Archiving Files

Its very important to save your raw unprocessed trajectories for reproducibility and legal reasons. The primary way of doing this is by archiving data on a long term storage drive.

Our long term data policy is still under construction, however it is generally a good idea to follow the rule of 3

  • 3 copies of your data

  • 2 different locations

  • 1 copy offsite

Most long term storage drives require data to be tarballed.


A great offsite long term storage option is the MDSS tape drive at NCI. You can use the netcp command to move stuff to MDSS easily:

netcp -C -l other=mdss,mem=160GB,walltime=10:00:00 -z -t tarball.tar target destination

where destination is a path on MDSS.

This handy bash macro accomplishes this easily, you can add it to yout bashrc.

mdssput () {
    netcp -C -l other=mdss,mem=160GB,walltime=10:00:00 -z -t ${1}.tar $1 $2

It is VERY VERY important that you check that the job exits without errors.

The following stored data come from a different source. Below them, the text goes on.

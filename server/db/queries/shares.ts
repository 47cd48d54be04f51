import { randomBytes } from 'node:crypto';
import { and, desc, eq, inArray, ne } from 'drizzle-orm';
import Papa from 'papaparse';
import type { z } from 'zod';

import { costPerBulkUnit, massFromKg, massUnit, pricePerMassUnit, bulkUnit, type Measures } from '../../../src/shared/measures';
import { level } from '../../../src/shared/ration-check';
import type { createShareInput, SharedPayload, ShareCreated, ShareDetail, ShareSummary, ShareTarget } from '../../../src/shared/schemas/shares';
import { badRequest, HttpError, notFound } from '../../http/errors';
import type { Mailer } from '../../mail/mailer';
import { sharedResultMail } from '../../mail/share-messages';
import type { Db } from '../client';
import { memberships, organizations, shares, users, type ShareRow } from '../schema';
import { formulaArchival, getVersion } from './formulas';
import { getMeasures } from './organization-settings';
import { runRationCheck } from './ration-checks';

type CreateInput = z.output<typeof createShareInput>;

const CAUTION = 'Decision support only: a veterinarian or qualified animal nutritionist must review a diet before it is fed; local feed rules (including those on insect protein) apply.';

/** The farms the caller belongs to (any role), to share with. */
export async function shareTargets(db: Db, userId: string): Promise<ShareTarget[]> {
  const rows = await db
    .select({ id: organizations.id, name: organizations.name, role: memberships.role })
    .from(memberships)
    .innerJoin(organizations, eq(organizations.id, memberships.organizationId))
    .where(and(eq(memberships.userId, userId), eq(organizations.kind, 'farm')));
  return rows.sort((a, b) => a.name.localeCompare(b.name));
}

/** A result as CSV (papaparse), in the reader's units and currency. */
export function shareCsv(payload: SharedPayload, measures: Measures): string {
  const unit = massUnit(measures.unitSystem);
  const cur = measures.currency;
  const rows: (string | number)[][] = [[`Troughline shared result. ${CAUTION}`]];
  if (payload.kind === 'formula_version') {
    const s = payload.snapshot;
    const r = s.result;
    rows.push(['Formula', payload.formulaName, 'Version', payload.version.number, 'Approved', payload.version.approvedAt ? `${payload.version.approvedBy} ${payload.version.approvedAt.slice(0, 10)}` : 'not approved']);
    rows.push(['Specification', s.specification ? `${s.specification.name} (${s.specification.source})` : '', 'Basis', 'as fed']);
    if (r.status !== 'optimal') {
      rows.push(['Status', r.status, 'message' in r ? r.message : '']);
      return Papa.unparse(rows, { newline: '\r\n' });
    }
    rows.push(['Batch', level(massFromKg(r.batchKg, measures.unitSystem)), unit, `Cost per ${bulkUnit(measures.unitSystem)}`, costPerBulkUnit(r.costPerTonne, measures.unitSystem).toFixed(2), cur]);
    rows.push([]);
    rows.push(['Ingredient', 'Share (%)', `Amount (${unit})`, `Price (${cur}/${unit})`, `Cost (${cur})`]);
    for (const m of r.mix) rows.push([m.name ?? m.id, m.percent.toFixed(3), massFromKg(m.kg, measures.unitSystem).toFixed(2), pricePerMassUnit(m.pricePerKg, measures.unitSystem).toFixed(4), m.cost.toFixed(2)]);
    rows.push([]);
    rows.push(['Nutrient', 'Level', 'Unit', 'Minimum', 'Maximum']);
    for (const n of r.nutrients) rows.push([n.name ?? n.id, level(n.value), n.unit ?? '', n.min ?? '', n.max ?? '']);
  } else {
    const c = payload.check;
    rows.push(['Ration check against', `${c.requirement.name} (${c.requirement.source})`, 'Animal', c.requirement.species, 'Phase', c.requirement.phase ?? '']);
    rows.push([]);
    rows.push(['Ingredient', `Amount (${unit})`, `Price (${cur}/${unit})`]);
    for (const l of c.lines) rows.push([l.name, massFromKg(l.kg, measures.unitSystem).toFixed(2), l.pricePerKg == null ? 'unknown' : pricePerMassUnit(l.pricePerKg, measures.unitSystem).toFixed(4)]);
    rows.push([]);
    rows.push(['Finding', 'Nutrient', 'Level', 'Unit', 'Minimum', 'Maximum', 'In words']);
    for (const f of c.result.findings) rows.push([f.kind, f.name, f.value == null ? '' : level(f.value), f.unit, f.min ?? '', f.max ?? '', f.text]);
    for (const corr of c.result.corrections) rows.push(['correction', corr.mode, '', '', '', '', corr.text.join(' ')]);
  }
  return Papa.unparse(rows, { newline: '\r\n' });
}

async function organizationName(db: Db, id: number): Promise<string> {
  const [o] = await db.select({ name: organizations.name }).from(organizations).where(eq(organizations.id, id));
  return o?.name ?? '';
}

async function summaryOf(db: Db, row: ShareRow): Promise<ShareSummary> {
  return {
    token: row.token,
    kind: row.kind,
    title: row.title,
    note: row.note,
    fromOrganization: await organizationName(db, row.fromOrganizationId),
    toOrganization: await organizationName(db, row.toOrganizationId),
    sharedBy: row.sharedByName,
    sharedAt: row.createdAt.toISOString(),
  };
}

/**
 * Shares a formula version of the caller's organization, or a ration check, with a farm the caller
 * belongs to: a read-only copy is kept and each other member of the farm gets an e-mail with the link
 * and the CSV. If the mail cannot be sent, the share is removed again and the error says so.
 */
export async function createShare(
  db: Db,
  mailer: Mailer,
  who: { organizationId: number; userId: string },
  input: CreateInput,
  baseUrl: string,
): Promise<ShareCreated> {
  // Another organization's formula answers 404 before anything else is looked at.
  const v = input.kind === 'formula_version' ? await getVersion(db, who.organizationId, input.formulaId, input.versionId) : null;
  const archival = v ? await formulaArchival(db, who.organizationId, v.formulaId) : null;
  if (archival) throw new HttpError(409, 'archived', `archived: restore it first. “${archival.name}” was archived by ${archival.by} on ${archival.on}; a retired formula is not sent to farms. Links already sent keep working.`);
  const target = (await shareTargets(db, who.userId)).find((t) => t.id === input.toOrganizationId);
  if (!target) throw badRequest('toOrganizationId: you can share only with a farm you are a member of', { toOrganizationId: ['choose one of the farms you belong to (a farm adds you by invitation)'] });
  const farmMeasures = await getMeasures(db, target.id);
  let payload: SharedPayload;
  let title: string;
  if (v) {
    const { snapshot, ...version } = v;
    payload = { kind: 'formula_version', formulaName: snapshot.formulaName, version, snapshot, measures: farmMeasures };
    title = `${snapshot.formulaName}, version ${v.number}`;
  } else if (input.kind === 'ration_check') {
    const check = await runRationCheck(db, who.organizationId, input.check, farmMeasures);
    payload = { kind: 'ration_check', check };
    title = `Ration check: ${check.requirement.name}`;
  } else {
    throw badRequest('kind: choose what to share');
  }
  const recipients = (
    await db
      .select({ email: users.email })
      .from(memberships)
      .innerJoin(users, eq(users.id, memberships.userId))
      .where(and(eq(memberships.organizationId, target.id), ne(memberships.userId, who.userId)))
  ).map((r) => r.email);
  if (recipients.length === 0) throw badRequest(`toOrganizationId: ${target.name} has no other member to send it to`, { toOrganizationId: [`${target.name} has no other member yet: invite the farm’s people first`] });
  const [sharer] = await db.select({ name: users.name, email: users.email }).from(users).where(eq(users.id, who.userId));
  const token = randomBytes(18).toString('base64url');
  const [{ id }] = await db
    .insert(shares)
    .values({
      token,
      fromOrganizationId: who.organizationId,
      toOrganizationId: target.id,
      kind: input.kind,
      title: title.slice(0, 200),
      note: input.note || null,
      payload,
      sharedByUserId: who.userId,
      sharedByName: sharer?.name || sharer?.email || 'unknown',
      recipients,
    })
    .$returningId();
  const [row] = await db.select().from(shares).where(eq(shares.id, id));
  const summary = await summaryOf(db, row);
  const link = `${baseUrl.replace(/\/$/, '')}/shared/${token}`;
  const csv = shareCsv(payload, farmMeasures);
  try {
    for (const to of recipients) {
      await mailer.send(sharedResultMail({ to, sharerName: summary.sharedBy, fromOrganization: summary.fromOrganization, farmName: target.name, title: summary.title, note: summary.note, link, csv, csvName: `troughline-shared-${token.slice(0, 8)}.csv` }));
    }
  } catch (error) {
    await db.delete(shares).where(eq(shares.id, id));
    if (error instanceof HttpError) throw error;
    throw new HttpError(502, 'mail_failed', 'The e-mail could not be sent, so nothing was shared. Try again later.');
  }
  return { ...summary, recipients, link };
}

/**
 * A share the user may read: they are a member (any role) of the receiving organization, whichever
 * organization is active in their session. Anyone else gets 404, as for any other organization's row.
 */
async function findReadable(db: Db, userId: string, token: string): Promise<ShareRow> {
  const [row] = await db.select().from(shares).where(eq(shares.token, token));
  const [member] = row ? await db.select({ id: memberships.id }).from(memberships).where(and(eq(memberships.userId, userId), eq(memberships.organizationId, row.toOrganizationId))) : [];
  if (!row || !member) throw notFound('shared result', token);
  return row;
}

/** A shared result, in the receiving organization's units and currency. */
export async function getShare(db: Db, userId: string, token: string): Promise<ShareDetail> {
  const row = await findReadable(db, userId, token);
  return { ...(await summaryOf(db, row)), payload: row.payload, measures: await getMeasures(db, row.toOrganizationId) };
}

export async function getShareCsv(db: Db, userId: string, token: string): Promise<{ csv: string; filename: string }> {
  const row = await findReadable(db, userId, token);
  return { csv: shareCsv(row.payload, await getMeasures(db, row.toOrganizationId)), filename: `troughline-shared-${token.slice(0, 8)}.csv` };
}

/** What was shared with this organization, newest first. */
export async function listReceived(db: Db, organizationId: number): Promise<ShareSummary[]> {
  const rows = await db.select().from(shares).where(eq(shares.toOrganizationId, organizationId)).orderBy(desc(shares.createdAt), desc(shares.id)).limit(100);
  const names = new Map((rows.length ? await db.select().from(organizations).where(inArray(organizations.id, [...new Set(rows.flatMap((r) => [r.fromOrganizationId, r.toOrganizationId]))])) : []).map((o) => [o.id, o.name]));
  return rows.map((r) => ({ token: r.token, kind: r.kind, title: r.title, note: r.note, fromOrganization: names.get(r.fromOrganizationId) ?? '', toOrganization: names.get(r.toOrganizationId) ?? '', sharedBy: r.sharedByName, sharedAt: r.createdAt.toISOString() }));
}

Check the .e and .o files whcih should be in the directory you launched the job from.

You can also manually transfer your tarballed files directly to mdss.

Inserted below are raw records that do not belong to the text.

/** The meal's library entry: its values per kg as fed, and its latest lab analysis of the five estimated items. */
async function mealIngredient(db: Db, organizationId: number, id: number): Promise<{ row: IngredientRow; values: Record<string, number>; lab: MealLabAnalysis | null } | null> {
  const [row] = await db.select().from(ingredients).where(and(eq(ingredients.id, id), visibleIngredient(organizationId)));
  if (!row) return null;
  const values = await db
    .select({ nutrientId: ingredientNutrientValues.nutrientId, value: ingredientNutrientValues.value, set: ingredientValueSets })
    .from(ingredientNutrientValues)
    .innerJoin(ingredientValueSets, eq(ingredientValueSets.id, ingredientNutrientValues.valueSetId))
    .where(eq(ingredientNutrientValues.ingredientId, id))
    .orderBy(desc(ingredientValueSets.id));
  const labValues = values.filter((v) => v.set.sourceKind === 'lab');
  let lab: MealLabAnalysis | null = null;
  if (labValues.length) {
    const latest = labValues[0].set;
    const own = labValues.filter((v) => v.set.id === latest.id && ['cp', 'ee', 'ash', 'ca', 'p'].includes(v.nutrientId));
    if (own.length) lab = { source: `${latest.sourceName}${latest.analysedOn ? `, ${latest.analysedOn}` : ''}`, dryMatterPct: latest.dryMatterPct, values: Object.fromEntries(own.map((v) => [v.nutrientId, v.value])) };
  }
  return { row, values: Object.fromEntries(values.map((v) => [v.nutrientId, v.value])), lab };
}

export async function getSupplyPlan(db: Db, organizationId: number, id: number): Promise<SupplyPlanDetail> {
  const row = await findPlan(db, organizationId, id);
  const streamRows = await db.select().from(supplyStreams).where(eq(supplyStreams.planId, id)).orderBy(asc(supplyStreams.position), asc(supplyStreams.id));
  const streams = streamRows.map(toStream);
  const meal = row.mealIngredientId ? await mealIngredient(db, organizationId, row.mealIngredientId) : null;
  const plan = planSupply(streams.map(streamForPlan), {
    defatted: row.defatted,
    residualFatPct: row.residualFatPct ?? undefined,
    mealDryMatterPct: row.mealDryMatterPct ?? undefined,
    residueMoisturePct: row.residueMoisturePct ?? undefined,
    labAnalysis: meal?.lab ?? null,
  });
  const ruleMeal = plannedMealForRule(row.name, streams.map(streamForPlan));
  const yieldSource = row.soybeanYieldTPerHa != null ? (row.soybeanYieldSource || 'Entered by the user (no source given)') : DEFAULT_SOYBEAN_YIELD_T_PER_HA.source;
  return {
    ...summary(row, streamRows),
    notes: row.notes,
    streams,
    residualFatPct: row.residualFatPct,
    mealDryMatterPct: row.mealDryMatterPct,
    residueMoisturePct: row.residueMoisturePct,
    mealIngredient: meal ? { id: meal.row.id, name: meal.row.name, labSource: meal.lab?.source ?? null } : null,
    soybeanYieldTPerHa: row.soybeanYieldTPerHa,
    soybeanYieldSource: row.soybeanYieldSource,
    soybeanCpPct: row.soybeanCpPct,
    weeksPerYear: row.weeksPerYear,
    plan,
    flags: substrateFlags(streams),
    speciesRule: {
      substrateAnimals: [...(ruleMeal.substrateAnimals ?? [])],
      refused: mealRefusedFamilies(ruleMeal).map((family) => {
        const verdict = checkInsectSubstrate(ruleMeal, family);
        return { family, message: verdict.allowed ? '' : verdict.message };
      }),
    },
    landUse: {
      ...soybeanAreaForProtein({
        mealProteinKgPerWeek: plan.processing.mealProteinKg,
        soybeanYieldTPerHa: row.soybeanYieldTPerHa ?? undefined,
        soybeanCpPct: row.soybeanCpPct ?? undefined,
        weeksPerYear: row.weeksPerYear ?? undefined,
      }),
      yieldSource,
    },
  };
}

async function checkMealIngredient(db: Db, organizationId: number, input: PlanInput) {
  if (!input.mealIngredientId) return;
  const [row] = await db.select().from(ingredients).where(and(eq(ingredients.id, input.mealIngredientId), visibleIngredient(organizationId)));
  if (!row || row.category !== 'insect_meal') throw badRequest('mealIngredientId: choose an insect meal from your library', { mealIngredientId: ['choose an insect meal from your library'] });
}

function planColumns(input: PlanInput) {
  return {
    name: input.name,
    notes: input.notes ?? null,
    defatted: input.defatted,
    residualFatPct: input.residualFatPct ?? null,
    mealDryMatterPct: input.mealDryMatterPct ?? null,
    residueMoisturePct: input.residueMoisturePct ?? null,
    mealIngredientId: input.mealIngredientId ?? null,
    soybeanYieldTPerHa: input.soybeanYieldTPerHa ?? null,
    soybeanYieldSource: input.soybeanYieldSource || null,
    soybeanCpPct: input.soybeanCpPct ?? null,
    weeksPerYear: input.weeksPerYear ?? null,
  };
}

async function writeStreams(tx: Db, planId: number, streams: PlanInput['streams']) {
  await tx.insert(supplyStreams).values(
    streams.map((s, position) => ({
      planId,
      position,
      name: s.name,
      substrate: s.substrate,
      tonnesPerWeek: s.tonnesPerWeek,
      moisturePct: s.moisturePct ?? null,
      substrateCpDmPct: s.substrateCpDmPct ?? null,
      bioconversionDmPct: s.bioconversionDmPct ?? null,
      residueDmPct: s.residueDmPct ?? null,
      larvaeDryMatterPct: s.larvaeDryMatterPct ?? null,
      animals: s.animals ?? null,
    })),
  );
}

export async function createSupplyPlan(db: Db, organizationId: number, userId: string | null, input: PlanInput): Promise<number> {
  await checkMealIngredient(db, organizationId, input);
  return db.transaction(async (tx) => {
    const t = tx as unknown as Db;
    const [{ id }] = await t.insert(supplyPlans).values({ organizationId, createdByUserId: userId, ...planColumns(input) }).$returningId();
    await writeStreams(t, id, input.streams);
    return id;
  });
}

/** Replaces a plan and its streams in one transaction; a stale version answers 409 and changes nothing. */
export async function updateSupplyPlan(db: Db, organizationId: number, id: number, input: PlanUpdate): Promise<void> {
  await checkMealIngredient(db, organizationId, input);
  await db.transaction(async (tx) => {
    const t = tx as unknown as Db;
    const [row] = await t.select().from(supplyPlans).where(and(eq(supplyPlans.id, id), eq(supplyPlans.organizationId, organizationId))).for('update');
    if (!row) throw notFound('supply plan', id);
    if (input.expectedVersion !== undefined && input.expectedVersion !== row.version) throw versionConflict('supply plan', row.version);
    await t.update(supplyPlans).set({ ...planColumns(input), version: row.version + 1 }).where(eq(supplyPlans.id, id));
    await t.delete(supplyStreams).where(eq(supplyStreams.planId, id));
    await writeStreams(t, id, input.streams);
  });
}

export async function deleteSupplyPlan(db: Db, organizationId: number, id: number): Promise<void> {
  await db.transaction(async (tx) => {
    const [row] = await tx.select().from(supplyPlans).where(and(eq(supplyPlans.id, id), eq(supplyPlans.organizationId, organizationId))).for('update');
    if (!row) throw notFound('supply plan', id);
    await tx.delete(supplyPlans).where(eq(supplyPlans.id, id));
  });
}

/** What the allocation form offers: visible specifications, the organization's own ingredients, its insect meals. */
export async function allocationOptions(db: Db, organizationId: number): Promise<SupplyAllocationOptions> {
  const specs = await db
    .select({ spec: specifications, species, phase: phases })
    .from(specifications)
    .innerJoin(species, eq(species.id, specifications.speciesId))
    .leftJoin(phases, eq(phases.id, specifications.phaseId))
    .where(or(isNull(specifications.organizationId), eq(specifications.organizationId, organizationId)))
    .orderBy(asc(species.sortOrder), asc(phases.sortOrder), asc(specifications.name));
  const own = await db.select().from(ingredients).where(eq(ingredients.organizationId, organizationId)).orderBy(asc(ingredients.name));
  const meals = own.filter((r) => r.category === 'insect_meal');
  const labSets = meals.length ? await db.select().from(ingredientValueSets).where(and(inArray(ingredientValueSets.ingredientId, meals.map((m) => m.id)), eq(ingredientValueSets.sourceKind, 'lab'))) : [];
  return {
    specifications: specs.map(({ spec, species: s, phase }) => ({ id: spec.id, name: spec.name, library: spec.organizationId === null ? 'reference' : 'own', speciesName: s.name, family: s.family, phaseName: phase?.name ?? null })),
    ingredients: own.map((r) => ({
      id: r.id,
      name: r.name,
      category: r.category,
      pricePerKg: toNumber(r.pricePerKg),
      refusedFamilies: (['poultry', 'swine'] as const).filter((f) => !checkInsectSubstrate(r, f).allowed),
    })),
    insectMeals: meals.map((m) => ({ id: m.id, name: m.name, hasLab: labSets.some((s) => s.ingredientId === m.id) })),
  };
}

mdss put tarball.tar destination

Verifying archive integrity

Everytime you transfer data remotely, there is a small but non-negligible chance of data loss. To minimise this use rsync rather than scp as it has error checking.

Regardless, it is important to verify the intergity of your archive for long term storage.

I reccomend several checks to verify that your archive is working as intended.

The first one is to compute the md5sum of your tarball before and after it has been transferred.

md5sum tarball.tar

If the two do not match, you have lost some data somewhere.

You should also untar your newly transferred tarball on /scratch to verify that everything is working as intended. You should also download a trajectory or three and see that they load ok in vmd or with gmx check.